管理人が初めて『BEYOND THE EARTHBOUND』を聴いた時,連想したのが「PRISM」の『UNCOVERED』。
これが本当にライブ盤なのか? 緻密な質感がスタジオ録音を超える圧倒的な演奏力である。もしこの演奏をブラインド・テストで聴かされたら,まずライブ盤とは思わない。
ただし,よ〜く聴くと,難波弘之の超人的なキーボード・ソロ,和田アキラの超人的なギター・ソロ,永井敏己の超人的なフレットレス・ベース・ソロ,長谷川浩二の超人的なドラム・ソロから“殺気”のような緊張感が聴こえてくる。ストイックすぎるソロ廻しが爆発している。
この緊張感漲るアドリブこそが,バンド・メンバーだけではなく,一音も聴き逃すまい,と集まった観客からのプラスのプレッシャー。『BEYOND THE EARTHBOUND』に記録された「ライブ盤としての証し」であった。
だから余計に『BEYOND THE EARTHBOUND』の“完璧なるバンド・アンサンブル”に驚愕した。百戦錬磨の強者4人の“丁々発止”が書き譜のように連動している。
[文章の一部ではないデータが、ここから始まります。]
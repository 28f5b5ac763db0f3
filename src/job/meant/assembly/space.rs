//! Where points lie, and which way is up.

use super::span::Span;
use crate::job::meant::Meaning;
use crate::job::meant::forces::Sloped;
use crate::job::meant::members::Whole;
use crate::job::written::assembly::entries::{Entries, counted};
use crate::job::written::{Entry, Job, Reader};
use crate::model::{Place, Spatial};
use crate::quantity::{Angle, Length};

/// Angles whose sines differ by less say the same.
const SAME: f64 = 1e-9;

/// The space of a job's points.
pub(crate) struct Space {
    /// The number of coordinates; `None` where no point has sound ones.
    pub(super) coordinates: Option<usize>,
    /// Where each point of the file lies; `None` where that is at fault.
    pub(super) at: Vec<Option<Spatial<Length>>>,
    /// In one coordinate, which way is up; in more the coordinates tell.
    pub(in crate::job::meant) up: Up,
}

/// What a job in one coordinate says of up.
#[derive(Debug, Clone, Copy, PartialEq)]
pub(crate) enum Up {
    Unsaid,
    /// It is at fault.
    Wrong,
    /// The angle above level of the direction in which x grows.
    Said(Angle),
}

impl Space {
    /// The points of a job, all with the number of coordinates of the first.
    pub(in crate::job::meant) fn of(job: &Job<'_>, r: &mut Reader<'_>) -> Self {
        let points = &job.assembly.points;
        let first = points
            .iter()
            .find_map(|point| Some((point, point.at.as_ref()?)));
        let Some((first, first_at)) = first else {
            return Space {
                coordinates: None,
                at: vec![None; points.len()],
                up: Up::Unsaid,
            };
        };
        let coordinates = first_at.value.count;
        let mut at = Vec::with_capacity(points.len());
        for point in points {
            let Some(written) = &point.at else {
                at.push(None);
                continue;
            };
            let fits = written.value.count == coordinates;
            if !fits {
                let message = format!(
                    "the point `{}` has {}, and `{}` has {}",
                    point.name.value,
                    counted(written.value.count),
                    first.name.value,
                    counted(coordinates)
                );
                let help = "write the same number of coordinates for all points of a job";
                r.problems.say(&written.place, message, help);
            }
            at.push(fits.then_some(written.value.values));
        }
        Space {
            coordinates: Some(coordinates),
            at,
            up: Up::Unsaid,
        }
    }

    /// The sine of the angle above level of a direction; 0 where nothing says it.
    pub(in crate::job::meant) fn rise(&self, direction: &Spatial<f64>) -> f64 {
        match self.coordinates {
            Some(1) => match self.up {
                Up::Said(angle) => direction[0] * angle.value.sin() + 0.0, // no −0
                Up::Unsaid | Up::Wrong => 0.0,
            },
            Some(2) => direction[1],
            _ => direction[2],
        }
    }

    /// The angle above level of a direction in one coordinate, where it is said.
    pub(in crate::job::meant) fn runs(&self, direction: &Spatial<f64>) -> Option<Angle> {
        match (self.coordinates, self.up) {
            (Some(1), Up::Said(angle)) => Some(angle * direction[0]),
            _ => None,
        }
    }

    /// The unit vector along which weight acts; 0 where nothing says it.
    pub(super) fn down(&self) -> Spatial<f64> {
        match self.coordinates {
            Some(1) => [0.0 - self.rise(&[1.0, 0.0, 0.0]), 0.0, 0.0],
            Some(2) => [0.0, -1.0, 0.0],
            _ => [0.0, 0.0, -1.0],
        }
    }
}

impl Meaning<'_, '_> {
    /// One entry for each coordinate; reports too many and too few.
    pub(super) fn spatial<Q: Copy>(
        &mut self,
        entries: &Entries<Q>,
        place: &Place,
    ) -> Option<Spatial<Q>> {
        let coordinates = self.space.coordinates?;
        if entries.count == coordinates {
            return Some(entries.values);
        }
        let message = format!(
            "here are entries for {}, and the points of this job have {}",
            counted(entries.count),
            counted(coordinates)
        );
        let help = "write one entry for each coordinate";
        self.r.problems.say(place, message, help);
        None
    }

    /// The parts of a unit weight along the axis of a member between points and across it. Reports
    /// where nothing says which way is up.
    pub(in crate::job::meant) fn sloped(
        &mut self,
        whole: &Whole<'_, '_>,
        direction: &Spatial<f64>,
    ) -> Option<Sloped> {
        let along = -self.space.rise(direction);
        let across = match (self.space.coordinates?, self.space.up) {
            (1, Up::Said(angle)) => return Some(Sloped::of(angle * direction[0])),
            (1, Up::Wrong) => return None,
            (1, Up::Unsaid) => {
                let message = format!(
                    "the member `{}` needs `runs`, since weight acts on it",
                    whole.name.value
                );
                self.needs_up(message, whole.place);
                return None;
            }
            (2, _) => direction[0].abs(),
            _ => direction[0].hypot(direction[1]),
        };
        Some(Sloped { along, across })
    }
}

/// What a job in one coordinate says of up: `runs` of `[default]` of the direction in which x grows,
/// that of a member of the direction from its start to its end. Reports where two disagree.
pub(in crate::job::meant) fn up(
    wholes: &[Whole<'_, '_>],
    spans: &[Span],
    meaning: &mut Meaning<'_, '_>,
) -> Up {
    if meaning.space.coordinates != Some(1) {
        return Up::Unsaid;
    }
    let mut said: Vec<(&Place, Angle)> = Vec::new();
    let mut wrong = false;
    let mut hear = |runs: &'_ Entry<Angle>, sign: f64| match runs {
        Entry::Given(runs) => Some(runs.value * sign),
        Entry::Wrong => {
            wrong = true;
            None
        }
        Entry::Absent => None,
    };
    let default = &meaning.job.default.runs;
    let of_default = hear(default, 1.0);
    said.extend(
        default
            .given()
            .zip(of_default)
            .map(|(runs, angle)| (&runs.place, angle)),
    );
    for (whole, span) in wholes.iter().zip(spans) {
        if let Span::Given(reach) = span
            && let Some(angle) = hear(whole.runs, reach.direction[0])
            && let Some(runs) = whole.runs.given()
        {
            said.push((&runs.place, angle));
        }
    }
    said.sort_by_key(|(place, _)| place.start);
    let Some(&(first, angle)) = said.first() else {
        return if wrong { Up::Wrong } else { Up::Unsaid };
    };
    for (place, other) in said {
        if (other.value.sin() - angle.value.sin()).abs() > SAME {
            let line = meaning.line(first.start);
            let message = format!("this and line {line} disagree on which way is up");
            let help = "`runs` in `[default]` is the direction in which x grows, `runs` in a member \
                        that from its start to its end";
            meaning.r.problems.say(place, message, help);
            wrong = true;
        }
    }
    if wrong { Up::Wrong } else { Up::Said(angle) }
}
4人の自由なアドリブのうねりが絡み合い,ついには自由度を失いバンド・サウンド化していく瞬間は“悶絶”ものである。
特に自分中心の「PRISM」とは勝手が異なる,難波弘之中心の「EXHIVISION」の展開に“押し引きしながら”&“駆け引きしながら”自分のフレーズをねじ込んでいく和田アキラの“武骨なギター”に心を躍らされてしまう。
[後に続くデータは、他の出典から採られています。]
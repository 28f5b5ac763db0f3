//! Limits on holds and watches, and that a member carries.

use crate::job::meant::limits::{Laying, joined, signed, tables};
use crate::job::meant::members::Meant;
use crate::job::meant::reads::Common;
use crate::job::written::Written;
use crate::job::written::assembly::hold::Hold as WrittenHold;
use crate::job::written::assembly::watch::Watch as WrittenWatch;
use crate::job::written::limit::{Bound, Limits};
use crate::model::{Assembly, Hold, LimitKind, Name, Target, Watch, Watched};

impl<'t> Laying<'_, '_, 't> {
    /// `slack = false` on a member. Among the defaults it holds those that carry one way alone.
    pub(in crate::job::meant) fn carries(
        &mut self,
        member: usize,
        table: &Limits<'t>,
        common: &Common,
        meant: &Meant<'_, 't>,
    ) {
        let Some(slack) = table.slack.given() else {
            return;
        };
        let whole = &meant.whole;
        if whole.carries.given().is_some() {
            let on = meant.member.name.clone();
            self.push(
                LimitKind::Slack,
                Target::Member { member },
                on,
                common,
                &slack.place,
            );
        } else if whole.carries.is_absent() && whole.limits.is_written() {
            let message = format!(
                "the member `{}` carries both ways, and so is never slack",
                whole.name.value
            );
            let help =
                "take it out, or add `carries = \"tension\"` or \"compression\" to the member";
            self.meaning.r.problems.say(&slack.place, message, help);
        }
    }

    /// Limits on every point of every hold.
    pub(in crate::job::meant) fn of_holds(&mut self, assembly: Option<&Assembly>) {
        let job = self.meaning.job;
        let known = assembly.map_or(&[][..], |assembly| &assembly.holds);
        let all_known = known.len() == job.assembly.holds.len();
        for (index, written) in job.assembly.holds.iter().enumerate() {
            let hold = known.get(index).filter(|_| all_known);
            for table in tables(&written.limits) {
                let common = self.common(&table.names, &table.since, &table.source);
                if let (Some(common), Some(hold)) = (common, hold) {
                    self.on_hold(index, table, &common, written, hold);
                }
            }
        }
    }

    fn on_hold(
        &mut self,
        index: usize,
        table: &Limits<'t>,
        common: &Common,
        written: &WrittenHold<'t>,
        hold: &Hold,
    ) {
        let directions = hold.kind.directions().len();
        if let Some(reaction) = table.reaction.given()
            && directions > 1
            && matches!(reaction.value, Bound::Each(..))
        {
            let message = format!(
                "this hold answers in {directions} directions, and its reaction is held by its size"
            );
            let help = "write one value; a pair belongs to a hold along one direction";
            self.meaning.r.problems.say(&reaction.place, message, help);
            return;
        }
        let points = written.points.given().map_or(&[][..], |all| &all.value);
        for (point, named) in points.iter().enumerate() {
            let target = Target::Hold { hold: index, point };
            let on = || match points.len() {
                1 => hold.name.clone(),
                _ => joined(&hold.name, &Name::from(named.value)),
            };
            if let Some(reaction) = table.reaction.given() {
                let kind = LimitKind::Reaction(signed(reaction.value, |force| force));
                self.push(kind, target, on(), common, &reaction.place);
            }
            self.gap(table, target, &on, common);
        }
    }

    /// Limits of watched movements and rotations.
    pub(in crate::job::meant) fn of_watches(&mut self, watches: &[Option<Watch>]) {
        let job = self.meaning.job;
        for (index, (written, watch)) in job.assembly.watches.iter().zip(watches).enumerate() {
            if written.limit.is_absent() && written.rotation.is_absent() {
                continue;
            }
            let common = self.common(&written.names, &written.since, &written.source);
            if let (Some(common), Some(watch)) = (common, watch) {
                self.on_watch(index, &common, written, watch);
            }
        }
    }

    fn on_watch(
        &mut self,
        index: usize,
        common: &Common,
        written: &WrittenWatch<'t>,
        watch: &Watch,
    ) {
        let target = Target::Watch { watch: index };
        let is_a_size = match watch.of {
            Watched::Point { along, .. } => along.is_none(),
            Watched::Rotation { about, .. } => about.is_none(),
            Watched::Station { .. } => false,
        };
        if let Some(limit) = written.limit.given() {
            if is_a_size && self.is_a_pair(limit, "along") {
                return;
            }
            let kind = LimitKind::Watch(signed(limit.value, |length| length));
            self.push(kind, target, watch.name.clone(), common, &limit.place);
        }
        if let Some(limit) = written.rotation.given() {
            if is_a_size && self.is_a_pair(limit, "about") {
                return;
            }
            let kind = LimitKind::Rotation(signed(limit.value, |angle| angle));
            self.push(kind, target, watch.name.clone(), common, &limit.place);
        }
    }

    /// Reports a bound for each sign of what has none.
    fn is_a_pair<T>(&mut self, limit: &Written<Bound<T>>, key: &str) -> bool {
        let is_a_pair = matches!(limit.value, Bound::Each(..));
        if is_a_pair {
            let message = format!("without `{key}` the size is watched, which has no sign");
            let help = format!("write one value, or add `{key}`");
            self.meaning.r.problems.say(&limit.place, message, help);
        }
        is_a_pair
    }
}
一発触発の雰囲気を醸しつつ,きっちりとキーボードを下支えする和田アキラの荒々しいプログレッシブ“ジャズ”ギター! 抑制された状態からの,ためにためた,和田アキラの下剋上に“ロック魂”ここにあり!

空いた音空間を埋めるアイディアはメンバーの「意見交換の場」である。思い思いの自分のアイディアを「発言する権利」が与えられている。そこに「バンドの個性」が表われているのだから,自分の意見が取り入れられた“完璧なるバンド・アンサンブル”にも満足できるだろうし,仮に自分の意見がスルーされたとしても,他のメンバーの意見を邪魔しない展開に幸福感を覚えたことだろう。バンドが生み落とす一音一音のクリエイティブな作業に参加している意識があった…。
こんなにスムーズなライブ演奏も珍しい。バンドの全員がサウンド・クリエイターの意識を持っている。だから実際には後ろに引いている時間も,気持ちの上では前に出ている。いいや,次の出番に備えて裏でパワーを蓄えている。
『BEYOND THE EARTHBOUND』をステージで演奏していた,難波弘之,和田アキラ,永井敏己,長谷川浩二の頭の中の音楽シナプスは“フル回転”していたに違いない。
美しさや激しさといった楽曲本来が持つ魅力を充分に引き出した,最高クオリティのプログレッシブ・フュージョンが素晴らしい。
01. BEYOND THE EARTH
02. OTHER SIDE
03. Lilith
04. DOUBLE DOWN
05. Touch 419
06. ICE BOUND
07. Politician
08. FAERIE TALE
09. DEUCE DRIVE -ActII-
(ユニバーサル・ミュージック/UNIVERSAL STRATEGIC MARKETING 2008年発売/UICZ-4184)
(☆SHM−CD仕様)
(ライナーノーツ/橋雅人,和田アキラ,難波弘之,永井敏己,長谷川浩二)
(☆SHM−CD仕様)
(ライナーノーツ/橋雅人,和田アキラ,難波弘之,永井敏己,長谷川浩二)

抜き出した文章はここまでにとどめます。